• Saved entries
= = =
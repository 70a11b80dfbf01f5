package correlations

import (
	"fmt"
	"math"
	"strconv"
	"strings"
)

// catalog is built once from the per-group entry lists and never modified.
var catalog = buildCatalog()

func buildCatalog() []Entry {
	var all []Entry
	all = append(all, oilEntries()...)
	all = append(all, viscosityEntries()...)
	all = append(all, gasEntries()...)
	all = append(all, waterEntries()...)
	return all
}

// Catalog returns every catalog entry, grouped by property. The slice is a copy.
func Catalog() []Entry {
	out := make([]Entry, len(catalog))
	copy(out, catalog)
	return out
}

// Lookup returns the catalog entry of a property and id.
func Lookup(p Property, id string) (Entry, error) {
	for _, e := range catalog {
		if e.Property == p && e.ID == id {
			return e, nil
		}
	}
	return Entry{}, fmt.Errorf("%w: no %s correlation %q", ErrUnknownID, p, id)
}

// IDs returns the ids of one property in catalog order.
func IDs(p Property) []string {
	var ids []string
	for _, e := range catalog {
		if e.Property == p {
			ids = append(ids, e.ID)
		}
	}
	return ids
}

// Side says on which side of an entry's data range an input lies.
type Side string

// Sides of a range.
const (
	Below Side = "below"
	Above Side = "above"
)

// OutOfRange is one input outside an entry's data range, as data, so that a caller can state
// it in units of its own. Value, Min and Max are in Unit, the catalog's (field) unit of the
// input.
type OutOfRange struct {
	Input   string  // the input's name, as in Range.Input: "temperature", "p", "API"
	Value   float64 // the value checked
	Min     float64 // smallest value in the original data
	Max     float64 // largest value in the original data
	Unit    string  // unit of Value, Min and Max: "°F", "psia", "" …
	Side    Side    // Below or Above
	Authors string  // the entry's authors, for the message
}

// String states the fact in words, for example "API 62 is above the 16–58 range of Glasø's
// data", in the units the value carries (no unit is written for °API).
func (o OutOfRange) String() string {
	unit := ""
	if o.Unit != "" && o.Unit != "°API" {
		unit = " " + o.Unit
	}
	return fmt.Sprintf("%s %s%s is %s the %s–%s range of %s data",
		o.Input, fmtNum(o.Value), unit, o.Side, fmtNum(o.Min), fmtNum(o.Max), possessive(o.Authors))
}

// CheckValues compares the named inputs with the entry's data ranges and returns one
// OutOfRange per input outside them, in the order of the entry's ranges. Inputs the entry
// has no range for, and names absent from values, are ignored.
func (e Entry) CheckValues(values map[string]float64) []OutOfRange {
	var out []OutOfRange
	for _, r := range e.Ranges {
		v, ok := values[r.Input]
		if !ok || math.IsNaN(v) {
			continue
		}
		var side Side
		switch {
		case v < r.Min:
			side = Below
		case v > r.Max:
			side = Above
		default:
			continue
		}
		out = append(out, OutOfRange{Input: r.Input, Value: v, Min: r.Min, Max: r.Max, Unit: r.Unit, Side: side, Authors: e.Authors})
	}
	return out
}

// Check is CheckValues in words, in the catalog's field units: one message per input outside
// the entry's data, for example "API 62 is above the 16–58 range of Glasø's data".
func (e Entry) Check(values map[string]float64) []string {
	var msgs []string
	for _, o := range e.CheckValues(values) {
		msgs = append(msgs, o.String())
	}
	return msgs
}

// possessive gives "Glasø's", "Vasquez and Beggs'".
func possessive(name string) string {
	if strings.HasSuffix(name, "s") {
		return name + "'"
	}
	return name + "'s"
}

func fmtNum(v float64) string { return strconv.FormatFloat(v, 'g', 4, 64) }

func lookupFamily[F any](p Property, id string, fams []F, idOf func(F) string) (F, error) {
	for _, f := range fams {
		if idOf(f) == id {
			return f, nil
		}
	}
	var zero F
	return zero, fmt.Errorf("%w: no %s family %q (known: %v)", ErrUnknownID, p, id, IDs(p))
}

// SolutionGasFamilies returns every solution-gas family in catalog order.
func SolutionGasFamilies() []SolutionGasFamily {
	return append([]SolutionGasFamily(nil), solutionGasFamilies...)
}

// SolutionGasByID returns the solution-gas family with the given id.
func SolutionGasByID(id string) (SolutionGasFamily, error) {
	return lookupFamily(SolutionGas, id, solutionGasFamilies, func(f SolutionGasFamily) string { return f.ID })
}

// OilFVFFamilies returns every saturated-Bo family in catalog order.
func OilFVFFamilies() []OilFVFFamily { return append([]OilFVFFamily(nil), oilFVFFamilies...) }

// OilFVFByID returns the saturated-Bo family with the given id.
func OilFVFByID(id string) (OilFVFFamily, error) {
	return lookupFamily(OilFVF, id, oilFVFFamilies, func(f OilFVFFamily) string { return f.ID })
}

// CompressibilityFamilies returns every undersaturated-compressibility family.
func CompressibilityFamilies() []CompressibilityFamily {
	return append([]CompressibilityFamily(nil), compressibilityFamilies...)
}

// CompressibilityByID returns the undersaturated-compressibility family with the given id.
func CompressibilityByID(id string) (CompressibilityFamily, error) {
	return lookupFamily(Compressibility, id, compressibilityFamilies, func(f CompressibilityFamily) string { return f.ID })
}

// DeadViscosityFamilies returns every dead-oil viscosity family.
func DeadViscosityFamilies() []DeadViscosityFamily {
	return append([]DeadViscosityFamily(nil), deadViscosityFamilies...)
}

// DeadViscosityByID returns the dead-oil viscosity family with the given id.
func DeadViscosityByID(id string) (DeadViscosityFamily, error) {
	return lookupFamily(DeadViscosity, id, deadViscosityFamilies, func(f DeadViscosityFamily) string { return f.ID })
}

// SatViscosityFamilies returns every saturated-oil viscosity family.
func SatViscosityFamilies() []SatViscosityFamily {
	return append([]SatViscosityFamily(nil), satViscosityFamilies...)
}

// SatViscosityByID returns the saturated-oil viscosity family with the given id.
func SatViscosityByID(id string) (SatViscosityFamily, error) {
	return lookupFamily(SatViscosity, id, satViscosityFamilies, func(f SatViscosityFamily) string { return f.ID })
}

// UnderViscosityFamilies returns every undersaturated-oil viscosity family.
func UnderViscosityFamilies() []UnderViscosityFamily {
	return append([]UnderViscosityFamily(nil), underViscosityFamilies...)
}

// UnderViscosityByID returns the undersaturated-oil viscosity family with the given id.
func UnderViscosityByID(id string) (UnderViscosityFamily, error) {
	return lookupFamily(UnderViscosity, id, underViscosityFamilies, func(f UnderViscosityFamily) string { return f.ID })
}

// PseudoCriticalFamilies returns every gas pseudo-critical family.
func PseudoCriticalFamilies() []PseudoCriticalFamily {
	return append([]PseudoCriticalFamily(nil), pseudoCriticalFamilies...)
}

// PseudoCriticalByID returns the pseudo-critical family with the given id.
func PseudoCriticalByID(id string) (PseudoCriticalFamily, error) {
	return lookupFamily(PseudoCritical, id, pseudoCriticalFamilies, func(f PseudoCriticalFamily) string { return f.ID })
}

// ZFamilies returns every Z-factor family.
func ZFamilies() []ZFamily { return append([]ZFamily(nil), zFamilies...) }

// ZByID returns the Z-factor family with the given id.
func ZByID(id string) (ZFamily, error) {
	return lookupFamily(GasZ, id, zFamilies, func(f ZFamily) string { return f.ID })
}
= = =
• Exercise
Print, from the entries above, the line with "func CompressibilityByID(id string)", the line with "func SatViscosityFamilies() []SatViscosityFamily" and all lines between them, exactly and with nothing else.

• Written solution
func CompressibilityByID(id string) (CompressibilityFamily, error) {
	return lookupFamily(Compressibility, id, compressibilityFamilies, func(f CompressibilityFamily) string { return f.ID })
}

// DeadViscosityFamilies returns every dead-oil viscosity family.
func DeadViscosityFamilies() []DeadViscosityFamily {
	return append([]DeadViscosityFamily(nil), deadViscosityFamilies...)
}

// DeadViscosityByID returns the dead-oil viscosity family with the given id.
func DeadViscosityByID(id string) (DeadViscosityFamily, error) {
	return lookupFamily(DeadViscosity, id, deadViscosityFamilies, func(f DeadViscosityFamily) string { return f.ID })
}

// SatViscosityFamilies returns every saturated-oil viscosity family.
func SatViscosityFamilies() []SatViscosityFamily {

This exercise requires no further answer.